What the task requires:
Of the records that follow, copy only the lines from the line containing "test('an address is" to the line containing "levels: await series.levels(hour)", both included, exactly as written.
══ Given entries ══
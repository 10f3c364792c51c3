import { beforeAll, describe, expect, test } from 'vitest';
import { inTransaction } from '#db/queries/connection';
import { insertStationToken } from '#db/queries/stationTokens';
import { aggregateAll } from '#ingest/aggregate/aggregate';
import type { Hit } from '#lib/contracts/search';
import { callApi } from '../support/callApi';
import { useFreshSchema } from '../support/freshSchema';
import { makeNetwork, makeStation } from '../support/people';
import { roleSessions, type Sessions, type Who } from '../stations/support';

useFreshSchema();

const WINDOW = { from: '2026-03-17T03:10:00Z', to: '2026-03-17T03:40:00Z' };
const LIMIT = {
  name: 'Quiet hours',
  metric: 'LAeq',
  window: '1h',
  threshold: 55,
  recipients: ['duty@limits.example'],
  reason: 'Permit, condition 4',
};
const COMPLAINT = {
  ...WINDOW,
  kind: 'hum',
  station: 'MER-01',
  contact: { name: 'Perpetua Wren', email: 'perpetua@people.example' },
};

let sessions: Sessions;
let reference: string;

beforeAll(async () => {
  const networkId = await makeNetwork('merrow');
  const elsewhere = await makeNetwork('farther');
  sessions = await roleSessions(networkId, elsewhere);
  const stationId = await makeStation(networkId, 'MER-01', { name: 'Ropewalk School' });
  await makeStation(elsewhere, 'FAR-01', { name: 'Ropewalk Farther' });
  await postOneInterval(stationId);
  const limit = await callApi('POST', '/api/v1/networks/merrow/limits', {
    session: sessions.operator,
    body: LIMIT,
  });
  expect(limit.status, await limit.clone().text()).toBe(201);
  const complaint = await callApi('POST', '/api/v1/networks/merrow/complaints', {
    session: sessions.liaison,
    body: COMPLAINT,
  });
  expect(complaint.status, await complaint.clone().text()).toBe(201);
  ({ reference } = ((await complaint.json()) as { complaint: { reference: string } }).complaint);
});

async function postOneInterval(stationId: number): Promise<void> {
  const token = await inTransaction((transaction) => insertStationToken(stationId, null, transaction));
  const body = { bands: [], intervals: [{ start: WINDOW.from, seconds: 60, LAeq: 50 }] };
  const answer = await callApi('POST', '/api/v1/intervals', { token, body });
  expect(await answer.json()).toMatchObject({ accepted: 1 });
  await aggregateAll(() => Promise.resolve());
}

async function find(who: Who, q: string): Promise<Hit[]> {
  const path = `/api/v1/networks/merrow/search?${new URLSearchParams({ q }).toString()}`;
  const answer = await callApi('GET', path, { session: sessions[who] });
  expect(answer.status).toBe(200);
  return ((await answer.json()) as { items: Hit[] }).items;
}

const labels = (hits: Hit[]) => hits.map(({ label }) => label);

describe('what is found', () => {
  test('a station by name or code, of this network only', async () => {
    const hit = {
      kind: 'station',
      label: 'Ropewalk School',
      detail: 'MER-01',
      href: '/n/merrow/stations/MER-01',
    };
    expect(await find('regulator', 'rope')).toEqual([hit]);
    expect(await find('regulator', 'mer-01')).toContainEqual(hit);
    expect(await find('administrator', 'farther')).toEqual([]);
  });

  test('a limit by name, a month in words and digits', async () => {
    expect(await find('regulator', 'quiet')).toMatchObject([
      { kind: 'limit', label: 'Quiet hours', detail: 'LAeq,1 h above 55.0 dB' },
      { kind: 'page', label: 'Alerts' },
    ]);
    const month = { kind: 'month', label: 'March 2026', href: '/n/merrow/summaries/2026-03' };
    expect(await find('regulator', 'march')).toMatchObject([month]);
    expect(await find('regulator', '2026-03')).toMatchObject([month]);
  });

  test('a complaint by its reference, never by who complained', async () => {
    const hit = { kind: 'complaint', label: reference, href: `/n/merrow/complaints/${reference}` };
    expect(await find('regulator', reference.toLowerCase())).toMatchObject([hit]);
    expect(await find('liaison', 'Perpetua')).toEqual([]);
    expect(await find('liaison', 'perpetua@people.example')).toEqual([]);
  });

  test('pages as the roles open them', async () => {
    expect(labels(await find('operator', 'register station'))).toEqual(['Register a station']);
    expect(labels(await find('regulator', 'register station'))).toEqual([]);
    expect(labels(await find('liaison', 'log complaint'))).toEqual(['Log a complaint']);
    expect(labels(await find('operator', 'audit'))).toEqual([]);
    expect(labels(await find('administrator', 'audit'))).toEqual(['Audit trail']);
    expect(labels(await find('regulator', ''))).toEqual(expect.arrayContaining(['Map', 'Ropewalk School']));
  });

  test('signs of the query language are only letters that nothing holds', async () => {
    expect(await find('operator', '100%_"\\')).toEqual([]);
  });
});

test('nothing is found by who may not enter', async () => {
  const of = async (who: Who) =>
    (await callApi('GET', '/api/v1/networks/merrow/search?q=map', { session: sessions[who] })).status;
  expect(await of('nobody')).toBe(401);
  expect(await of('stranger')).toBe(404);
});
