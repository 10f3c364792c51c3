import { expect, test } from 'vitest';
import { filterOf, interfaceQuery, listQuery, readListView } from '#components/exceedances/listView.ts';

const ZONE = 'Europe/London';
const NOW_SEC = Date.parse('2026-07-01T12:00:00Z') / 1000;
const stations = [{ id: 7, code: 'MER-01' }];
const viewOf = (query: string) =>
  readListView(new URL(`http://merrow.example/n/merrow/exceedances${query}`), ZONE, NOW_SEC);

test('an address is read and written back as it was; the interface gets the same in UTC', () => {
  const query =
    '?from=2026-07-01T00:00&to=2026-07-02T00:00&station=MER-01&limit=3&state=standing&acknowledged=no';
  const view = viewOf(query);
  expect(listQuery(view, ZONE)).toBe(query);
  expect(interfaceQuery(view)).toBe(
    '?from=2026-06-30T23:00:00Z&to=2026-07-01T23:00:00Z&station=MER-01&limitId=3&state=standing&acknowledged=no',
  );
  expect(filterOf(view, stations)).toMatchObject({
    stationId: 7,
    limitId: 3,
    state: 'standing',
    isAcknowledged: false,
  });
});

test('without anything, or with words that mean nothing, the list is whole', () => {
  for (const query of ['', '?state=odd&acknowledged=perhaps&limit=-1&station=']) {
    const view = viewOf(query);
    expect(listQuery(view, ZONE)).toBe('');
    expect(filterOf(view, stations)).toEqual({});
  }
});
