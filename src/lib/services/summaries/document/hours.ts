import { PeriodAccumulator } from '#lib/acoustics/periodStatistics';
import { type DocumentHour } from '#lib/contracts/monthFigures';
import { civilHours } from '../../figures/civilHours';
import { type MeasuredHour } from '../../figures/heatMap';
import { coverageOf } from '../../levels/figures';
import { type MonthEvidence } from './evidence';

/** Hours of the month and its last night that have begun, with their levels. */
export async function monthHours({ span, series, nowSec }: MonthEvidence): Promise<MeasuredHour[]> {
  const toSec = Math.min(Math.max(span.toSec, span.lastNightEndSec), nowSec);
  const hours: MeasuredHour[] = [];
  for (const hour of civilHours({ fromSec: span.fromSec, toSec }, span.timeZone)) {
    hours.push({ ...hour, levels: await series.levels(hour) });
  }
  return hours;
}

/** Hours of the calendar month as the document has them. */
export function documentHours(
  { span, nowSec, minimumCoverage }: MonthEvidence,
  hours: readonly MeasuredHour[],
): DocumentHour[] {
  return hours
    .filter(({ fromSec }) => fromSec < span.toSec)
    .map(({ date, hour, turn, fromSec, toSec, levels }) => {
      const covered = coverageOf(levels.sums, { fromSec, toSec }, minimumCoverage, nowSec);
      const { coverage, meetsMinimum } = covered;
      return { date, hour, turn, LAeq: levels.laeqDb(), coverage, meetsMinimum };
    });
}

/** Sums of the quarter-hours, with bands, that begin in each whole hour from an instant on. */
export function bandHours(
  { quarters }: Pick<MonthEvidence, 'quarters'>,
  { fromSec, toSec }: { fromSec: number; toSec: number },
  columnSec: number,
): PeriodAccumulator[] {
  const columns = Array.from(
    { length: Math.ceil((toSec - fromSec) / columnSec) },
    () => new PeriodAccumulator(),
  );
  for (const { startSec, sums } of quarters) {
    if (startSec >= toSec) break;
    columns[Math.floor((startSec - fromSec) / columnSec)]?.merge({ sums });
  }
  return columns;
}
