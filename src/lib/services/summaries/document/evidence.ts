import { type Connection } from '#db/queries/connection';
import { type NetworkSettings } from '#db/queries/networks';
import { type QuarterHour } from '#db/queries/quarterHours';
import { type StationRow } from '#db/queries/stations';
import { quarterAt, QUARTER_SEC } from '#lib/time/quarters';
import { currentQuarters } from '../../levels/currentQuarters';
import { settingsOfDate } from '../../levels/datePeriods';
import { type LevelSource } from '../../levels/intervalSums';
import { QuarterSeries } from '../../levels/quarterSeries';
import { type MonthSpan } from '../monthSpan';

/** What is asked of one station’s month. */
export interface StationMonth {
  station: StationRow;
  span: MonthSpan;
  /** The network’s settings in order of their beginning. */
  timeline: NetworkSettings[];
  /** Epoch seconds; time counts as elapsed up to here. */
  nowSec: number;
  conn: Connection;
}

/** A station’s month as it was read once; every figure is taken from it. */
export interface MonthEvidence extends StationMonth {
  source: LevelSource;
  /** Quarter-hours of the calendar month and its last night, with bands. */
  quarters: readonly QuarterHour[];
  /** The same without bands. */
  series: QuarterSeries;
  minimumCoverage: number;
}

/** Reads a station’s quarter-hours of a month. */
export async function readEvidence(month: StationMonth): Promise<MonthEvidence> {
  const { station, span, timeline, conn } = month;
  const source: LevelSource = { station, timeline, validity: 'rules' };
  const whole = {
    fromSec: quarterAt(span.fromSec),
    toSec: quarterAt(Math.max(span.toSec, span.lastNightEndSec) + QUARTER_SEC - 1),
  };
  const quarters = await currentQuarters(source, whole, { bands: true }, conn);
  const { minimumCoverage } = settingsOfDate(span.firstDate, timeline);
  return { ...month, source, quarters, series: seriesOf(source, quarters, conn), minimumCoverage };
}

/** A series that does not add up bands: most figures need none of them. */
export function seriesOf(
  source: LevelSource,
  quarters: readonly QuarterHour[],
  conn: Connection,
): QuarterSeries {
  const rows = quarters.map((row) => ({ ...row, sums: { ...row.sums, bandFraction: null } }));
  return QuarterSeries.of(source, rows, conn);
}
═══
Written answer:
test('an address is read and written back as it was; the interface gets the same in UTC', () => {
  const query =
    '?from=2026-07-01T00:00&to=2026-07-02T00:00&station=MER-01&limit=3&state=standing&acknowledged=no';
  const view = viewOf(query);
  expect(listQuery(view, ZONE)).toBe(query);
  expect(interfaceQuery(view)).toBe(
    '?from=2026-06-30T23:00:00Z&to=2026-07-01T23:00:00Z&station=MER-01&limitId=3&state=standing&acknowledged=no',
  );
  expect(filterOf(view, stations)).toMatchObject({
    stationId: 7,
    limitId: 3,
    state: 'standing',
    isAcknowledged: false,
  });
});

test('without anything, or with words that mean nothing, the list is whole', () => {
  for (const query of ['', '?state=odd&acknowledged=perhaps&limit=-1&station=']) {
    const view = viewOf(query);
    expect(listQuery(view, ZONE)).toBe('');
    expect(filterOf(view, stations)).toEqual({});
  }
});
filename src/lib/services/summaries/document/hours.ts
import { PeriodAccumulator } from '#lib/acoustics/periodStatistics';
import { type DocumentHour } from '#lib/contracts/monthFigures';
import { civilHours } from '../../figures/civilHours';
import { type MeasuredHour } from '../../figures/heatMap';
import { coverageOf } from '../../levels/figures';
import { type MonthEvidence } from './evidence';

/** Hours of the month and its last night that have begun, with their levels. */
export async function monthHours({ span, series, nowSec }: MonthEvidence): Promise<MeasuredHour[]> {
  const toSec = Math.min(Math.max(span.toSec, span.lastNightEndSec), nowSec);
  const hours: MeasuredHour[] = [];
  for (const hour of civilHours({ fromSec: span.fromSec, toSec }, span.timeZone)) {
    hours.push({ ...hour, levels: await series.levels(hour) });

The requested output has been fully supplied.